• ABOUT THIS EXERCISE
Each line in the entries below that holds the string "FieldError" is to be listed.

• THE DATA

□ □ □

import { formatCount, listInWords } from '#contract/format.ts';
import type { WeightStatement } from '#contract/weights.ts';
import { missingPairs } from '#core/decision/judgements.ts';
import { MOST_COMPARED } from '#core/decision/pairwise.ts';
import { levelsOf, type Siblings, type WeighItem } from '#core/decision/statement.ts';
import { FULL_SWING } from '#core/decision/swing.ts';
import { AppError, type FieldError } from '#server/errors.ts';

interface Known {
  items: readonly WeighItem[];
  /** Names of the study's criteria and groups, by id. */
  names: ReadonlyMap<string, string>;
  /** What the set said before: ids in it may be of criteria removed meanwhile. */
  before: WeightStatement;
}

/** Refuses a statement that weights cannot be worked out from. @throws AppError 'invalid' */
export function checkStatement(statement: WeightStatement, known: Known): void {
  const unknown = unknownIds(statement, known);
  const errors = unknown.length > 0 ? unknown : faultsOf(statement, known);
  const [first] = errors;
  if (!first) return;
  throw new AppError('invalid', `${first.message} Nothing was saved.`, { errors });
}

const idsOf = ({ points, order, judgements }: WeightStatement): { path: string; id: string }[] => [
  ...Object.keys(points).map((id) => ({ path: `points.${id}`, id })),
  ...order.map((id, place) => ({ path: `order.${place}`, id })),
  ...judgements.flatMap(([a, b], place) => [
    { path: `judgements.${place}.0`, id: a },
    { path: `judgements.${place}.1`, id: b },
  ]),
];

function unknownIds(statement: WeightStatement, { names, before }: Known): FieldError[] {
  const earlier = new Set(idsOf(before).map(({ id }) => id));
  return idsOf(statement)
    .filter(({ id }) => !names.has(id) && !earlier.has(id))
    .map(({ path }) => ({ path, message: 'This is no weighed criterion or group of the study.' }));
}

function faultsOf(statement: WeightStatement, known: Known): FieldError[] {
  const levels = levelsOf(known.items).filter(({ ids }) => ids.length > 1);
  if (statement.method === 'swing') return levels.flatMap((level) => swingFaults(level, statement, known));
  if (statement.method === 'centroid') return orderFaults(statement, known);
  return statement.method === 'pairwise' ? pairwiseFaults(levels, statement, known) : [];
}

/** "the criteria of Costs", or all that stands at the top. */
const nameOf = ({ groupId }: Siblings, { names }: Known): string =>
  groupId === null ? 'the groups and single criteria' : `the criteria of ${names.get(groupId) ?? 'a group'}`;

function swingFaults(level: Siblings, { points }: WeightStatement, known: Known): FieldError[] {
  const given = level.ids.filter((id) => Object.hasOwn(points, id));
  const largest = given.reduce((most, id) => Math.max(most, points[id] ?? 0), 0);
  if (given.length === 0 || largest === FULL_SWING) return [];
  const message = `The swing that matters most of ${nameOf(level, known)} has ${FULL_SWING}; here the most is ${largest}.`;
  return [{ path: `points.${given[0] ?? ''}`, message }];
}

function orderFaults({ order }: WeightStatement, { items, names }: Known): FieldError[] {
  const twice = order.flatMap((id, place) =>
    order.indexOf(id) === place
      ? []
      : [{ path: `order.${place}`, message: `The order names ${names.get(id) ?? id} twice.` }],
  );
  if (twice.length > 0) return twice;
  const asked = levelsOf(items).flatMap(({ ids }) => ids);
  const left = asked.filter((id) => !order.includes(id)).map((id) => names.get(id) ?? id);
  return left.length === 0 ? [] : [{ path: 'order', message: `The order leaves out ${listInWords(left)}.` }];
}

function pairwiseFaults(
  levels: readonly Siblings[],
  { judgements }: WeightStatement,
  known: Known,
): FieldError[] {
  const long = levels.filter(({ ids }) => ids.length > MOST_COMPARED);
  if (long.length > 0)
    return long.map((level) => ({
      path: 'judgements',
      message: `Up to ${MOST_COMPARED} things can be compared by pairs: ${nameOf(level, known)} are ${level.ids.length}.`,
    }));
  const misplaced = judgementFaults(levels, judgements, known);
  if (misplaced.length > 0) return misplaced;
  const missing = levels.flatMap(({ ids }) => missingPairs(ids, judgements));
  const [first] = missing;
  if (!first) return [];
  const [a, b] = first.map((id) => known.names.get(id) ?? id);
  const message = `${formatCount(missing.length, 'judgement')} missing, the first ${a} against ${b}.`;
  return [{ path: 'judgements', message }];
}

/** Pairs judged twice, and things of different levels judged against each other. */
function judgementFaults(
  levels: readonly Siblings[],
  judgements: WeightStatement['judgements'],
  { names }: Known,
): FieldError[] {
  const levelOf = new Map(levels.flatMap(({ groupId, ids }) => ids.map((id) => [id, groupId] as const)));
  const judged = new Set<string>();
  return judgements.flatMap(([a, b], place) => {
    const pair = [a, b].sort().join(' ');
    const again = a === b || judged.has(pair);
    judged.add(pair);
    const words = `${names.get(a) ?? a} against ${names.get(b) ?? b}`;
    if (again) return [{ path: `judgements.${place}`, message: `${words} is judged twice.` }];
    const apart = levelOf.has(a) && levelOf.has(b) && levelOf.get(a) !== levelOf.get(b);
    return apart
      ? [{ path: `judgements.${place}`, message: `${words}: these do not stand on the same level.` }]
      : [];
  });
}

□ □ □

• EXPECTED ANSWER
import { AppError, type FieldError } from '#server/errors.ts';
function unknownIds(statement: WeightStatement, { names, before }: Known): FieldError[] {
function faultsOf(statement: WeightStatement, known: Known): FieldError[] {
function swingFaults(level: Siblings, { points }: WeightStatement, known: Known): FieldError[] {
function orderFaults({ order }: WeightStatement, { items, names }: Known): FieldError[] {
): FieldError[] {
): FieldError[] {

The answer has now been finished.